Going to a friends house for the weekend, coming home and checking the fridge/pantry for new foods.

Say a word I just learned over and over again until it loses meaning.

Agree with someones ridiculous political opinion just to avoid an argument.

RAPE CHILDREN

Write a word then wonder if it's spelt with an i or and e so just put them both in but do it in such a way that the person reading it won't know whether you didn't know the spelling or misspelled it then realized your mistake and tried to fix it.

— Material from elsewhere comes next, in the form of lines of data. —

//! Time-slide background and the trials correction over the grid.
//!
//! # Time slides
//! Coincidence searches estimate their background by sliding one stream of
//! triggers against the other by offsets much larger than any coincidence
//! window, so that no true coincidence survives, and counting again (common
//! practice in coincidence searches; e.g. Amaldi et al. 1989, Astron.
//! Astrophys. 216, 325, for bar detectors). Here the aux triggers are
//! slid against the target triggers inside the common analysed time C:
//! times are mapped to *live time* (C's segments laid end to end, gaps
//! removed) and wrapped on that ring, so slid triggers never land in dead
//! time and trains, rates and gaps keep their structure. Offsets are
//! `i × L / (K + 1)`, i = 1..K, for a ring of length L; K shrinks when the
//! spacing would not exceed twice the largest window plus the longest aux
//! extent (then no slid aux trigger can still meet its own partner). All
//! slides are counted in one pass (see `run_slides`).
//!
//! # What comes out
//! For each (set, cell) the count of the cell's basis in every slide, hence
//! - `slide_p`: the fraction of slides whose count reaches the observed one,
//!   `(r + 1) / (K + 1)` (Davison & Hinkley 1997, *Bootstrap Methods*,
//!   eq. 4.11); the chance probability of cells whose both sides clump;
//! - for each slide the smallest chance probability over the grid, whose
//!   distribution is the null distribution of the grid's best cell. A
//!   cell's **false-alarm probability** is the fraction of slides whose best
//!   cell is at least as extreme, `(r + 1) / (K + 1)`, while at least
//!   [`MIN_EXCEEDANCES`] slides are (`slides`); beyond the slides'
//!   resolution it is Šidák's `1 − (1 − p)^m` with `m`, the effective number
//!   of independent cells, measured where the slides still resolve the tail
//!   (`slides_tail`; resampling estimates of an effective number of tests:
//!   e.g. Westfall & Young 1993, *Resampling-Based Multiple Testing*).
//!   Without slides it is Bonferroni's `min(1, cells × p)` (`bonferroni`).

use super::coinc::{ChanceBasis, Prepared, TargetIndex, NO_SET};
use super::stats::{sidak, TailTable};
use serde::{Deserialize, Serialize};

/// Slides at or below the observed best cell needed before the empirical
/// fraction is used as it stands (our choice: ±30% counting error).
pub const MIN_EXCEEDANCES: usize = 10;

/// Default number of time slides.
pub const DEFAULT_SLIDES: usize = 500;

/// How a false-alarm probability was obtained.
#[derive(Debug, Clone, Copy, PartialEq, Eq, Serialize, Deserialize, Default)]
#[serde(rename_all = "snake_case")]
pub enum FalseAlarmBasis {
    /// The fraction of time slides whose best cell is as extreme.
    Slides,
    /// Beyond the slides' resolution: Šidák with the effective number of
    /// cells measured by the slides.
    SlidesTail,
    /// No slides: Bonferroni over the cells.
    #[default]
    Bonferroni,
}

impl FalseAlarmBasis {
    /// The name used in tables, JSON, CSV and the catalogue.
    pub fn as_str(self) -> &'static str {
        match self {
            FalseAlarmBasis::Slides => "slides",
            FalseAlarmBasis::SlidesTail => "slides_tail",
            FalseAlarmBasis::Bonferroni => "bonferroni",
        }
    }
}
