/// Cluster every target trigger with SNR ≥ `p.min_snr` (computing missing
/// fingerprints from `src`), keep family ids stable against the previous
/// run, and store memberships and the model — all in one transaction.
pub fn cluster_catalogue(
    conn: &mut Connection,
    p: &ClusterParams,
    src: &dyn EnergyMapSource,
) -> Result<ClusterReport> {
    if !(0.0..1.0).contains(&p.novelty_quantile) {
        bail!(
            "novelty quantile must be in [0, 1), got {}",
            p.novelty_quantile
        );
    }
    let tx = conn.transaction_with_behavior(rusqlite::TransactionBehavior::Immediate)?;
    let rows = target_triggers(&tx, p.min_snr, false)?;
    let (fps, n_computed) = ensure_features(&tx, &rows, src)?;
    let (mut model, bic) = fit_model(&fps, p)?;
    let x = model.vectors(&fps);
    let (cresp, ll) = model.gmm.predict_proba(x.view());
    let groups = component_groups(&cresp, model.gmm.k(), p.merge_overlap);
    let (resp, k) = group_resp(&cresp, model.gmm.k(), &groups);
    let labels: Vec<usize> = resp.chunks(k).map(argmax).collect();

    // Previous memberships (family ids of active families).
    let mut old: HashMap<i64, i64> = HashMap::new();
    {
        let mut st = tx.prepare(
            "SELECT m.trigger_id, m.family_id FROM family_members m JOIN families f ON f.id = m.family_id \
             WHERE f.status = 'active'",
        )?;
        for r in st.query_map([], |r| Ok((r.get::<_, i64>(0)?, r.get::<_, i64>(1)?)))? {
            let (t, f) = r?;
            old.insert(t, f);
        }
    }
    let mut old_fams: Vec<i64> = old.values().copied().collect();
    old_fams.sort_unstable();
    old_fams.dedup();
    let mut old_size: HashMap<i64, usize> = HashMap::new();
    for f in old.values() {
        *old_size.entry(*f).or_default() += 1;
    }
    // overlap[c][f]: triggers of new component c previously in old family f.
    let mut overlap = vec![vec![0usize; old_fams.len()]; k];
    let mut comp_old = vec![0usize; k]; // members of c that had an old family
    let fidx: HashMap<i64, usize> = old_fams.iter().enumerate().map(|(i, f)| (*f, i)).collect();
    for (r, &c) in rows.iter().zip(&labels) {
        if let Some(f) = old.get(&r.id) {
            overlap[c][fidx[f]] += 1;
            comp_old[c] += 1;
        }
    }

    // Run row first (families reference it).
    let params_json = serde_json::to_string(p)?;
    let bic_json = serde_json::to_string(&bic)?;
    tx.execute(
        "INSERT INTO cluster_runs (created_utc, params_json, tool_version, feature_version, \
         n_clustered, n_families, bic_json, model_json) VALUES (?1, ?2, ?3, ?4, ?5, ?6, ?7, '{}')",
        params![
            now_utc(),
            params_json,
            env!("CARGO_PKG_VERSION"),
            FEATURE_VERSION,
            rows.len() as i64,
            k as i64,
            bic_json
        ],
    )?;
    let run_id = tx.last_insert_rowid();

    // Hungarian assignment maximising overlap.
    let mut comp_family: Vec<Option<i64>> = vec![None; k];
    let mut events = Vec::new();
    if !old_fams.is_empty() {
        let cost: Vec<Vec<f64>> = overlap
            .iter()
            .map(|r| r.iter().map(|&o| -(o as f64)).collect())
            .collect();
        for (c, a) in hungarian::assign(&cost).into_iter().enumerate() {
            if let Some(j) = a {
                let o = overlap[c][j];
                let f = old_fams[j];
                // Accept when the shared triggers are a real part of either group.
                let need = (0.25 * comp_old[c].min(old_size[&f]) as f64).max(1.0);
                if o as f64 >= need {
                    comp_family[c] = Some(f);
                    events.push(FamilyEvent {
                        kind: "kept".into(),
                        family_id: f,
                        other_family_id: None,
                        n_shared: o,
                    });
                }
            }
        }
    }
    for c in 0..k {
        if comp_family[c].is_some() {
            continue;
        }
        tx.execute(
            "INSERT INTO families (status, created_run, last_run) VALUES ('active', ?1, ?1)",
            [run_id],
        )?;
        let id = tx.last_insert_rowid();
        comp_family[c] = Some(id);
        // A split when a substantial part of it came from one old family.
        let best = (0..old_fams.len()).max_by_key(|&j| overlap[c][j]);
        match best {
            Some(j) if comp_old[c] > 0 && overlap[c][j] as f64 >= 0.5 * comp_old[c] as f64 => {
                events.push(FamilyEvent {
                    kind: "split".into(),
                    family_id: id,
                    other_family_id: Some(old_fams[j]),
                    n_shared: overlap[c][j],
                })
            }
            _ => events.push(FamilyEvent {
                kind: "new".into(),
                family_id: id,
                other_family_id: None,
                n_shared: 0,
            }),
        }
    }
    let comp_family: Vec<i64> = comp_family.into_iter().map(|f| f.expect("set")).collect();
    // Old families not kept: merged (most members went to one kept family) or retired.
    for (j, &f) in old_fams.iter().enumerate() {
        if comp_family.contains(&f) {
            continue;
        }
        let (c, o) = (0..k)
            .map(|c| (c, overlap[c][j]))
            .max_by_key(|x| x.1)
            .unwrap_or((0, 0));
        if o as f64 >= 0.5 * old_size[&f] as f64 {
            let into = comp_family[c];
            tx.execute(
                "UPDATE families SET status = 'merged', merged_into = ?2, component = NULL, last_run = ?3 WHERE id = ?1",
                params![f, into, run_id],
            )?;
            events.push(FamilyEvent {
                kind: "merge".into(),
                family_id: f,
                other_family_id: Some(into),
                n_shared: o,
            });
        } else {
            tx.execute(
                "UPDATE families SET status = 'retired', component = NULL, last_run = ?2 WHERE id = ?1",
                params![f, run_id],
            )?;
            events.push(FamilyEvent {
                kind: "retired".into(),
                family_id: f,
                other_family_id: None,
                n_shared: o,
            });
        }
    }
    // Active families that had no members in this run (all members gone).
    tx.execute(
        "UPDATE families SET status = 'retired', component = NULL WHERE status = 'active' AND last_run < ?1 \
         AND id NOT IN (SELECT value FROM json_each(?2))",
        params![run_id, serde_json::to_string(&comp_family)?],
    )?;
    for (c, f) in comp_family.iter().enumerate() {
        tx.execute(
            "UPDATE families SET status = 'active', component = ?2, last_run = ?3 WHERE id = ?1",
            params![f, c as i64, run_id],
        )?;
    }
    for e in &events {
        tx.execute(
            "INSERT INTO family_events (run_id, kind, family_id, other_family_id, n_shared) VALUES (?1, ?2, ?3, ?4, ?5)",
            params![run_id, e.kind, e.family_id, e.other_family_id, e.n_shared as i64],
        )?;
    }
    // Memberships: replace all.
    tx.execute("DELETE FROM family_members", [])?;
    {
        let mut st = tx.prepare(
            "INSERT INTO family_members (trigger_id, family_id, probability, novel, run_id, source, loglik) \
             VALUES (?1, ?2, ?3, 0, ?4, 'cluster', ?5)",
        )?;
        for (i, r) in rows.iter().enumerate() {
            let c = labels[i];
            st.execute(params![
                r.id,
                comp_family[c],
                resp[i * k + c],
                run_id,
                ll[i]
            ])?;
        }
    }
    model.component_family = groups.iter().map(|&g| comp_family[g]).collect();
    tx.execute(
        "UPDATE cluster_runs SET model_json = ?2 WHERE id = ?1",
        params![run_id, serde_json::to_string(&model)?],
    )?;
    let families = list_families_tx(&tx)?;
    tx.commit()?;
    Ok(ClusterReport {
        run_id,
        n_clustered: rows.len(),
        n_features_computed: n_computed,
        bic,
        events,
        families,
    })
}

Thinking you can do parkour even when you cant and the have a friend over and try to show off

Closing your eyes and covering your ears when you think someone is going to throw up.

When I am at amusement parks I look and determine which guys I could beat up and which I couldn't.

At the store then mom leaves to get something then u start panicking as the cashier begins paying and you thing she will charge yo already

act like a giant/dinosaur while eating broccoli xD

Shutting the fridge door slowly just to see the light shut off.

When I'm walking on the sidewalk, I try to count and keep a steady rate of how many times I step on each slab of concrete.

fist myself to the point of unconsciousness whilst masturbating to the speeches of Hitler

Go up/down the stairs in 10 steps exactly. Talk to an imaginary girlfriend when I'm guilty of something, and she helps me out and holds me till I fall asleep.

in my mind, traffic cones are called VLC.

When you are looking over someones shoulder and they look at you thinking you are staring at them so you suddenly turn your head

Try to make a sound described in a book or text (like a gasp or a gargle)

When I go to use my laptop if my cat is sleeping in my chair I would use it somewhere else and leave her alone.

I feel that getting a 98 on a test is better than getting a 99.

Things You Think Only You Do

A collection of things you think only you do. Go ahead and confess. You probably aren't the only one.